OpenCode's registry calls z.object(def.args) on every plugin tool definition, so Zod is mandatory for the tool schema — no JSON Schema escape hatch. TypeBox is used for our own config validation where we control the schema. The two serve different layers with different constraints. Updated both the overview and ADR-001 with a clear table showing which library serves which concern.
3.2 KiB
status, last_updated
| status | last_updated |
|---|---|
| draft | 2026-04-28 |
ADR-001: Registry Pattern (Single Tool Dispatch)
Context
The plugin exposes 14 distinct operations (list, show, deps, dependents, validate, topo, cycles, critical, parallel, bottleneck, risk, cost, decompose, help). OpenCode's tool system adds each tool's JSON schema to the system prompt. At ~200-300 tokens per tool definition, 14 individual tools would consume ~3500 tokens of context before the agent even starts working.
Decision
Collapse all operations into a single taskgraph tool that dispatches by {op, args}. The agent calls taskgraph({op: "help"}) to discover available operations on demand.
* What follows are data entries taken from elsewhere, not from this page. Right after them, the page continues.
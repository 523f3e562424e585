/**
 * Run-ups and coast-downs as a rotor gives them, for the speed-sweep tests, end-to-end test and
 * benchmark: each mode the damped single-degree-of-freedom oscillator in standard form,
 * x″ + 2ζω₀x′ + ω₀²x = (m·e/M)(Ω² cos θ + α sin θ), driven by the unbalance m·e of a shaft whose
 * speed ramps linearly (Ω = Ω₀ + αt, θ = Ω₀t + αt²/2), integrated by ODEX (an integrator from the
 * registry, with dense output on the sample grid; independent of Detune's analysis). Modes add
 * (modal superposition). The tachometer sees a mark at θ = 0 of every turn, the rising edge a
 * straight ramp centred on θ = 0 (so its middle-level crossing is the mark itself).
 */
import { sampled } from './odex.ts';
import { noise } from './tap-signal.ts';

export interface RotorMode {
	/** natural frequency (Hz) */
	f: number;
	zeta: number;
	/** m·e/M of this mode: the displacement far above its resonance (µm) */
	unbalanceUm: number;
}

export interface SweepSpec {
	fs: number;
	/**
	 * the speed profile: (time s, rpm) knots, the speed linear between them (a run-up then a trip
	 * is three knots); the record runs from the first knot's time (0) to the last's
	 */
	speed: [number, number][];
	modes: RotorMode[];
	/** uniform noise on the vibration channel (µm, peak to peak) */
	noiseUm?: number;
	/** width of the tachometer's mark (°) */
	markDeg?: number;
	/** tachometer high level (V); a falling-edge mark (a notch) when negative */
	tachVolts?: number;
	seed?: number;
}

/** A linear ramp from `fromRpm` to `toRpm` over `seconds`. */
export function ramp(fromRpm: number, toRpm: number, seconds: number): [number, number][] {
	return [
		[0, fromRpm],
		[seconds, toRpm]
	];
}

export const durationOf = (spec: SweepSpec) => spec.speed[spec.speed.length - 1][0];

/** Shaft angle (rad), speed (rad/s) and angular acceleration (rad/s²) at time t. */
export function shaft(spec: SweepSpec, t: number): { theta: number; omega: number; alpha: number } {
	const k = spec.speed;
	let theta = 0;
	for (let i = 0; i + 1 < k.length; i++) {
		const [ta, na] = k[i];
		const [tb, nb] = k[i + 1];
		const w0 = (2 * Math.PI * na) / 60;
		const alpha = (2 * Math.PI * (nb - na)) / 60 / (tb - ta);
		if (t <= tb || i + 2 === k.length) {
			const d = t - ta;
			return { theta: theta + w0 * d + 0.5 * alpha * d * d, omega: w0 + alpha * d, alpha };
		}
		const d = tb - ta;
		theta += w0 * d + 0.5 * alpha * d * d;
	}
	throw new Error('a speed profile needs two knots');
}

/**
 * One mode's displacement (µm) on the sample grid, integrated with ODEX from the steady response
 * at the starting speed (the shaft was turning there before the ramp).
 */
export function modeDisplacement(spec: SweepSpec, m: RotorMode): Float64Array {
	const w = 2 * Math.PI * m.f;
	const rhs = (t: number, y: number[]) => {
		const { theta, omega, alpha } = shaft(spec, t);
		const force = m.unbalanceUm * (omega * omega * Math.cos(theta) + alpha * Math.sin(theta));
		return [y[1], force - 2 * m.zeta * w * y[1] - w * w * y[0]];
	};
	const start = shaft(spec, 0);
	const r = start.omega / w;
	// X = U r² / (1 − r² + 2iζr): x(0) = Re X, x′(0) = Re(iΩX)
	const d = (1 - r * r) ** 2 + (2 * m.zeta * r) ** 2;
	const xr = (m.unbalanceUm * r * r * (1 - r * r)) / d;
	const xi = (-m.unbalanceUm * r * r * 2 * m.zeta * r) / d;
	const n = Math.round(durationOf(spec) * spec.fs);
	return sampled(rhs, [xr, -start.omega * xi], spec.fs, n, (_t, y) => y[0], {
		absolute: 1e-9,
		relative: 1e-9,
		maxSteps: 1e8
	});
}

/** The tachometer channel (V): high over the mark, with a straight rising edge centred on θ = 0. */
export function tachChannel(spec: SweepSpec): Float64Array {
	const n = Math.round(durationOf(spec) * spec.fs);
	const out = new Float64Array(n);
	const mark = ((spec.markDeg ?? 40) * Math.PI) / 180;
	const volts = spec.tachVolts ?? 5;
	for (let i = 0; i < n; i++) {
		const { theta, omega } = shaft(spec, i / spec.fs);
		// the edge spans three samples' worth of angle
		const ramp = (3 * omega) / spec.fs;
		let phi = theta % (2 * Math.PI);
		if (phi > Math.PI) phi -= 2 * Math.PI;
		const rise = Math.min(1, Math.max(0, 0.5 + phi / ramp));
		const fall = Math.min(1, Math.max(0, 0.5 + (mark - phi) / ramp));
		const v = Math.min(rise, fall);
		out[i] = volts > 0 ? volts * v : -volts * (1 - v);
	}
	return out;
}

export interface SweepRecord {
	fs: number;
	tach: Float64Array;
	displacementUm: Float64Array;
}

export function sweepRecord(spec: SweepSpec): SweepRecord {
	const n = Math.round(durationOf(spec) * spec.fs);
	const x = new Float64Array(n);
	for (const m of spec.modes) {
		const d = modeDisplacement(spec, m);
		for (let i = 0; i < n; i++) x[i] += d[i];
	}
	if (spec.noiseUm) {
		const r = noise(spec.seed ?? 11);
		for (let i = 0; i < n; i++) x[i] += spec.noiseUm * r();
	}
	return { fs: spec.fs, tach: tachChannel(spec), displacementUm: x };
}

/** The record as a CSV a data collector writes: a header, a units row, then time, tachometer, vibration. */
export function sweepCsv(r: SweepRecord): string {
	const lines = ['time,Tach,Shaft displacement', 's,V,µm'];
	for (let i = 0; i < r.tach.length; i++)
		lines.push(
			`${(i / r.fs).toFixed(6)},${r.tach[i].toFixed(3)},${r.displacementUm[i].toFixed(4)}`
		);
	return lines.join('\n') + '\n';
}

/**
 * Steady unbalance response of one mode, |X| = U·r²/√((1 − r²)² + (2ζr)²) with r = Ω/ω₀ (the
 * textbook rotating-unbalance result, [S]): its peak speed and half-power speeds found numerically,
 * for a check independent of the sweep.
 */
export function steadyUnbalance(m: RotorMode) {
	const amp = (rpm: number) => {
		const r = rpm / 60 / m.f;
		return (m.unbalanceUm * r * r) / Math.sqrt((1 - r * r) ** 2 + (2 * m.zeta * r) ** 2);
	};
	const peakRpm = (60 * m.f) / Math.sqrt(1 - 2 * m.zeta * m.zeta);
	const top = amp(peakRpm);
	const solve = (lo: number, hi: number) => {
		for (let k = 0; k < 100; k++) {
			const mid = (lo + hi) / 2;
			if ((amp(mid) - Math.SQRT1_2 * top) * (amp(lo) - Math.SQRT1_2 * top) > 0) lo = mid;
			else hi = mid;
		}
		return (lo + hi) / 2;
	};
	const n1 = solve(0.5 * peakRpm, peakRpm);
	const n2 = solve(peakRpm, 2 * peakRpm);
	return { peakRpm, n1, n2, af: peakRpm / (n2 - n1) };
}

/**
 * The steady unbalance response of several modes together (each mode's complex response
 * U·r²/(1 − r² + 2iζr), summed: modal superposition): its peaks and half-power speeds found on a
 * 0.1 rpm grid between `fromRpm` and `toRpm`, for the two-mode check.
 */
export function steadyPeaks(modes: RotorMode[], fromRpm: number, toRpm: number) {
	const amp = (rpm: number) => {
		let re = 0;
		let im = 0;
		for (const m of modes) {
			const r = rpm / 60 / m.f;
			const dr = 1 - r * r;
			const di = 2 * m.zeta * r;
			const d = dr * dr + di * di;
			re += (m.unbalanceUm * r * r * dr) / d;
			im -= (m.unbalanceUm * r * r * di) / d;
		}
		return Math.hypot(re, im);
	};
	const grid: number[] = [];
	for (let n = fromRpm; n <= toRpm; n += 0.1) grid.push(n);
	const a = grid.map(amp);
	const peaks: { peakRpm: number; af: number }[] = [];
	for (let i = 1; i + 1 < a.length; i++) {
		if (!(a[i] > a[i - 1] && a[i] >= a[i + 1])) continue;
		const level = Math.SQRT1_2 * a[i];
		let l = i;
		while (l > 0 && a[l] > level) l--;
		let r = i;
		while (r < a.length - 1 && a[r] > level) r++;
		peaks.push({ peakRpm: grid[i], af: grid[i] / (grid[r] - grid[l]) });
	}
	return peaks;
}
The dispatch field is named op (operation) rather than tool to avoid collision with OpenCode's own "tool" terminology. An agent calling taskgraph({op: "list"}) reads clearly: "run the list operation on the taskgraph." This also matches the Rust CLI's subcommand pattern (taskgraph parallel, taskgraph critical).
This follows the pattern established by open-memory, which exposes 9 operations through a single memory tool.
Consequences
Positive:
- Minimal context overhead (~250 tokens for one tool schema vs ~3500 for 14)
- Adding new operations never increases context bloat
- Agent always has access to the full operation set without schema pollution
- Consistent with the alk.dev ecosystem pattern (memory, coordinator both use this)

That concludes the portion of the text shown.